Kesannya kok memelas amat, ya. Tapi memang memelas, kok, apalagi ini bulan supersepi di ISS, kebanyakan teman masih sibuk penelitian tesis di negaranya masing-masing. Dengan “kebanyakan”, maksudku adalah teman-teman yang ambil program master “normal” yang 15,5 bulan, bukan 12 bulan seperti saya. *tarik napas panjang demi mencegah serangan panik tiap kali mengingat tesis belum sampai mana-mana*

Kembali ke topik, soal Ramadhan, ini pertama kali saya puasa di luar Indonesia. Ndilalah kok ya pas musim panas, saat matahari bersinar dengan ramah selama 18 jam. Artinya ya segitu panjangnya lah masa saya harus menahan nafsu minum, makan, marah, dan nafsu-nafsu lainnya.

Menu berbuka dan sahur ya seadanya. Baru sempat masak dua kali, sih. Nasi goreng dengan cah daging sapi dan brokoli (sisa dari Fat Kee, bukan pas makan bareng tapi pas makan sendiri aja… duh ini kata “sendiri” kayaknya terlalu banyak dipajang dalam postingan ini), dan pasta triwarna saus daging sapi dan tomat. Sekali masak, bisa buat tiga sampai empat kali makan. Bosan ya bosan, tapi berhubung saya pemalas dan pengirit, ya.. glek aja langsung.

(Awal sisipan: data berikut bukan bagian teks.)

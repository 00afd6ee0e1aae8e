"""The ceiling guard's multi-sine mode: the peak of the SUM within the ceiling, ramped envelope."""

from __future__ import annotations

import numpy as np
import pytest

from drivers import drive_log
from drivers.errors import CeilingExceeded, DriveHalted
from drivers.guard import CeilingGuard

FS = 10000.0
N = 200                      # 50 Hz grid
HARM = (2, 3, 5, 8, 13)


def _phases(k):
    i = np.arange(1, k + 1)
    return -np.pi * i * (i - 1) / k


def test_peak_of_the_sum_is_checked_not_each_line():
    guard = CeilingGuard(1.0, FS, ramp_time_s=0.05)
    with pytest.raises(CeilingExceeded, match="peak"):
        guard.request_multisine(N, HARM, [0.5] * 5, _phases(5))       # every line is below 1 V, the sum is not
    assert guard.status().target_amplitude_v == 0.0                   # nothing changed
    peak = guard.request_multisine(N, HARM, [0.2] * 5, _phases(5))
    assert 0.2 < peak <= 1.0
    out = np.concatenate([guard.render(500) for _ in range(20)])
    assert np.max(np.abs(out)) <= peak + 1e-12 and guard.clip_events == 0
    # the output after the ramp is the requested sum
    tail = out[-4 * N:]
    fit = np.fft.rfft(tail)[np.array(HARM) * 4] * 2 / tail.size
    assert np.allclose(np.abs(fit), 0.2, rtol=1e-9)


def test_envelope_ramps_like_a_sine_and_a_change_passes_through_zero():
    guard = CeilingGuard(1.0, FS, ramp_time_s=0.1)
    peak = guard.request_multisine(N, HARM, [0.15] * 5, _phases(5))
    out = guard.render(int(FS * 0.2))
    rate = 1.0 / 0.1 / FS                                             # volts per sample
    envelope_bound = np.minimum(np.arange(1, out.size + 1) * rate, peak)
    assert np.all(np.abs(out) <= envelope_bound + 1e-12)              # soft start of the whole sum
    guard.request(300.0, 0.4)                                          # back to a sine: through zero
    out2 = np.concatenate([guard.render(200) for _ in range(30)])
    assert np.any(out2 == 0.0)
    assert guard.multisine is None and guard.status().freq_hz == 300.0 and not guard.status().ramping


def test_halt_zeroes_a_multisine_and_the_drive_log_shows_its_peak(tmp_path):
    path = tmp_path / "drive.csv"
    drive_log.open_log(path)
    try:
        guard = CeilingGuard(0.5, FS, ramp_time_s=0.01)
        peak = guard.request_multisine(N, HARM, [0.08] * 5, _phases(5))
        for _ in range(10):
            guard.render(500)
        guard.halt()
        assert not np.any(guard.render(500))
        with pytest.raises(DriveHalted):
            guard.request_multisine(N, HARM, [0.01] * 5, _phases(5))
        drive_log.flush()
    finally:
        drive_log.open_log(None)
    log = drive_log.read_log(path)
    assert np.max(log["peak_v"]) <= peak + 1e-12 <= 0.5
    assert np.all(log["peak_v"] <= log["ceiling_v"])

Lihat dua foto ini, makanannya nggak bikin nafsu ya? Memang. Hiks.

Untuk berbuka, ada stok apel (beli 2 kg di supermarket supaya murah) yang dua kali saya goreng tapi seringnya sih langsung dimakan, coklat, kue stroberi, serta jus apel dan stroberi (sekarang sih sudah ludes).

Tarawihan? Lagi-lagi sendiri. Bisa aja sih kalau mau ke masjid, katanya masjid KBRI gelar tiap hari tapi maaaaak di sini Isya-nya nyaris jam 12 malam, malas juga harus jauh-jauh ke sana. Oya tiap hari Jumat katanya KBRI gelar buka bersama, mari kita lihat Jumat nanti apa yang bisa saya bungkus hikmah yang bisa saya dapatkan darinya.

Bagaimana puasamu? 🙂

Komentar via Facebook | Facebook comments

← Previous post

Next post →

7 Comments

  1. Ayah

    Semangat anakku! Been there, done that, and survived!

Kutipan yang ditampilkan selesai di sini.